Budget is a factor. I have leathers and irons just sitting here. Lol. Again, I can think up some crazy projects during the mind numbing panty stocking nights. ( I'm not creepy/crazy, I work at lingerie store) 


Sent from my iPhone using Tapatalk


----------



## EdmontonHorseGal (Jun 2, 2013)

i think the buckle of the english stirrup leather under your leg may be irritating. might want to try an aussie leather instead, as they are designed to have the buckle down closer to your foot on the leather.

i know i tried riding my aussie saddle with english leathers and the buckle nearly ended up hurting my inner thigh. i can imagine where the buckle would sit with the english leather on a western tree (even more under your thigh) and it wouldn't be fun.


----------



## Mulefeather (Feb 22, 2014)

I think you might be able to buy a good, used synthetic endurance saddle for a lot less than you think, especially an Abetta or something similar. 

As for not having the horn, I think it's actually nice to have the hornless saddle. As a woman of some "means" in the chest area, not having it there to catch my bra on when dismounting is rather nice :lol:.


----------



## Rain Shadow (May 1, 2014)

Personally I love my horn. I dall a rope around my horn, hang a horn bag, hang the bridle if I'm switching horses on a longer ride. I tend to wrap the lead around the horn a few times while I'm ponying. I also like resting my bad wrist on the top of the horn on longer rides.


----------



## Dreamcatcher Arabians (Nov 14, 2010)

I have ridden English for so long I never think of grabbing horn when something goofy happens but my Western saddle is sooooo comfy that I rarely ride anything else these days. I have had evil thoughts toward the horn when I have been out on trail and leaned forward a little too far going uphill and when I went to sit down, discovered I had hooked the bottom of my bra on the horn. THAT'S a rude awakening! LOL! My solution? I quit wearing a bra on trail rides.


----------



## Mulefeather (Feb 22, 2014)

Dreamcatcher Arabians said:


> LOL! My solution? I quit wearing a bra on trail rides.


I hate to say it but I'd wind up with two black eyes after 15 seconds of trotting


----------



## Dreamcatcher Arabians (Nov 14, 2010)

Mulefeather said:


> I hate to say it but I'd wind up with two black eyes after 15 seconds of trotting


LOL, that's why I keep it to a very sedate western pleasure wog.


----------



## MrsKD14 (Dec 11, 2015)

Roflol 


Sent from my iPhone using Tapatalk


----------



## Jan1975 (Sep 7, 2015)

Dreamcatcher Arabians said:


> I have ridden English for so long I never think of grabbing horn when something goofy happens but my Western saddle is sooooo comfy that I rarely ride anything else these days. I have had evil thoughts toward the horn when I have been out on trail and leaned forward a little too far going uphill and when I went to sit down, discovered I had hooked the bottom of my bra on the horn. THAT'S a rude awakening! LOL! My solution? I quit wearing a bra on trail rides.


:rofl:


----------



## MrsKD14 (Dec 11, 2015)

You guys are cracking me up! I've never had this happen but I have had the horn catch me between buttons and leave me rather exposed. 

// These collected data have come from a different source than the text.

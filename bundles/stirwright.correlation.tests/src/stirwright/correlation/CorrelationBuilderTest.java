package stirwright.correlation;

import static org.junit.jupiter.api.Assertions.assertEquals;
import static org.junit.jupiter.api.Assertions.assertFalse;
import static org.junit.jupiter.api.Assertions.assertNotEquals;
import static org.junit.jupiter.api.Assertions.assertThrows;
import static org.junit.jupiter.api.Assertions.assertTrue;

import java.util.function.UnaryOperator;
import org.junit.jupiter.api.Test;
import org.junit.jupiter.params.ParameterizedTest;
import org.junit.jupiter.params.provider.ValueSource;

class CorrelationBuilderTest {
    private static final Geometry ANY = p -> 2;

    private static CorrelationBuilder start(String id) {
        return Correlation.of(id, Quantity.POWER_NUMBER, "invented for a test")
                .families("invented").cite(Citation.withoutLocator("invented"))
                .transcription(Transcription.FROM_MEMORY);
    }

    private static CorrelationBuilder complete() {
        return start("invented.np.test").constant("a", 2.512).constant("b", -0.195)
                .formula("Np = {a} (t/D)^{b}")
                .relation((g, k) -> p -> k.get("a") * Math.pow(0.01, k.get("b")));
    }

    @Test
    void formulaIsPrintedFromTheConstantsThatComputeTheNumber() {
        Correlation correlation = complete().build();
        assertEquals("Np = 2.512 (t/D)^-0.195", correlation.formula());
        // 0.01^-0.195 = exp(0.195 * 4.60517) = 2.454709; times 2.512 = 6.166229
        assertEquals(6.166229, correlation.bind(ANY).at(null), 1e-5);
    }

    @Test
    void whatIsMissingIsNamedWithTheId() {
        String[] problems = {
            message(b -> b, start("invented.np.test").constant("a", 1).formula("{a}")),
            message(b -> b, Correlation.of("invented.np.test", Quantity.POWER_NUMBER, "t").families("x")
                    .transcription(Transcription.UNSURE).formula("1").relation((g, k) -> p -> 1)),
            message(b -> b, Correlation.of("invented.np.test", Quantity.POWER_NUMBER, "t")
                    .cite(Citation.commonPractice()).transcription(Transcription.UNSURE).formula("1").relation((g, k) -> p -> 1)),
        };
        assertTrue(problems[0].contains("invented.np.test") && problems[0].contains("relation"), problems[0]);
        assertTrue(problems[1].contains("citation"), problems[1]);
        assertTrue(problems[2].contains("families"), problems[2]);
    }

    @Test
    void formulaAndConstantsMustNameTheSame() {
        assertTrue(message(b -> b.constant("c", 3), complete()).contains("[a, b, c]"));
        assertTrue(message(b -> b.formula("Np = {a} {b} {d}"), complete()).contains("[a, b, d]"));
    }

    @Test
    void aNameIsGivenOnce() {
        assertTrue(message(b -> b.constant("a", 3), complete()).contains("second constant or curve 'a'"));
        assertTrue(message(b -> b.curve("a", 1, 1, 2, 2), complete()).contains("second constant or curve 'a'"));
        assertTrue(message(b -> b.curve("phi", 1, 1, 2, 2).curve("phi", 1, 1, 2, 2), complete()).contains("'phi'"));
    }

    @Test
    void whatIsNoNumberIsRefusedAtOnce() {
        assertTrue(message(b -> b.constant("c", Double.NaN), complete()).contains("constant 'c'"));
        assertTrue(message(b -> b.scatter(-0.1), complete()).contains("scatter -0.1"));
    }

    @Test
    void onlyAModifierAppliesNowAndThen() {
        assertTrue(message(b -> b.appliesWhen("two blades", g -> true), complete()).contains("appliesWhen"));
    }

    @Test
    void turbulentInWordsTakesTheGeneralLimitAndSaysSo() {
        Correlation words = complete().turbulent().build();
        assertEquals("Reynolds number at least 10000", words.bound(Measure.REYNOLDS).orElseThrow().words());
        assertTrue(words.remarks().get(0).contains("10000 is from J. F. Steffe"), words.remarks().toString());
    }

    @Test
    void flowNumbersMustSayWhichFlow() {
        CorrelationBuilder flow = Correlation.of("invented.nq.test", Quantity.FLOW_NUMBER, "t").families("x")
                .cite(Citation.commonPractice()).transcription(Transcription.UNSURE).formula("1").relation((g, k) -> p -> 1);
        assertTrue(message(b -> b, flow).contains("discharge or circulation"));
        assertEquals(FlowKind.DISCHARGE, flow.flow(FlowKind.DISCHARGE).build().flowKind().orElseThrow());
        assertTrue(message(b -> b.flow(FlowKind.DISCHARGE), complete()).contains("discharge or circulation"));
    }

    @Test
    void aSecondBoundOnOneSubjectIsRefused() {
        CorrelationBuilder builder = complete().range(Measure.D_OVER_T, 0.2, 0.5);
        assertThrows(ContractException.class, () -> builder.notStated(Measure.D_OVER_T, "twice"));
    }

    @Test
    void nominalValuesAllowForRoundedDrawings() {
        Bound bound = complete().nominal(Measure.W_OVER_D, 0.2).build().bound(Measure.W_OVER_D).orElseThrow();
        assertEquals("W/D 0.195 to 0.205, nominal 0.2", bound.words());
    }

    @ParameterizedTest
    @ValueSource(strings = {"np", "Np.Test", "a..b", "a.b c", "", ".a", "a.-b", "a.b-"})
    void idsAreWordsJoinedByDots(String id) {
        String message = assertThrows(ContractException.class, () -> start(id).constant("a", 1).formula("{a}")
                .relation((g, k) -> p -> 1).build()).getMessage();
        assertTrue(message.contains("'" + id + "'"), message);
    }

    @Test
    void belongsToItsFamiliesOrToAny() {
        Correlation one = complete().build();
        assertTrue(one.holdsFor("invented"));
        assertFalse(one.holdsFor("other"));
        Correlation any = Correlation.modifier("general.np.test", Quantity.POWER_NUMBER, Effect.FROUDE, "t").anyFamily()
                .cite(Citation.commonPractice()).transcription(Transcription.UNSURE).formula("1")
                .appliesWhen("without baffles", g -> g.get(Dimensions.BAFFLE_COUNT) == 0)
                .relation((g, k) -> p -> 1).build();
        assertTrue(any.holdsFor("whatever"));
        assertFalse(any.appliesTo(ANY));
        assertEquals(Effect.FROUDE, any.modifierFor().orElseThrow());
    }

    @Test
    void termsAreEqualByKindAndId() {
        assertEquals(Quantity.of("power-number", "by another bundle", "Po", "-"), Quantity.POWER_NUMBER);
        assertNotEquals((Object) Variable.of("froude", "Froude number", "Fr", "-"), Effect.FROUDE);
    }

    private static String message(UnaryOperator<CorrelationBuilder> change, CorrelationBuilder builder) {
        return assertThrows(ContractException.class, () -> change.apply(builder).build()).getMessage();
    }
}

Sent from my iPhone using Tapatalk


----------



## Darrin (Jul 11, 2011)

For the horn haters...While I don't do cattle I do love horns. On long trail rides it's my hand rest. When ponying and the horse gets balky, I take a wrap around my horn and they soon learn to not balk. Nothing like having a strong 16.2hh gelding to drag another horse around on who doesn't want to go. It's something to hang things off of, which I do frequently. 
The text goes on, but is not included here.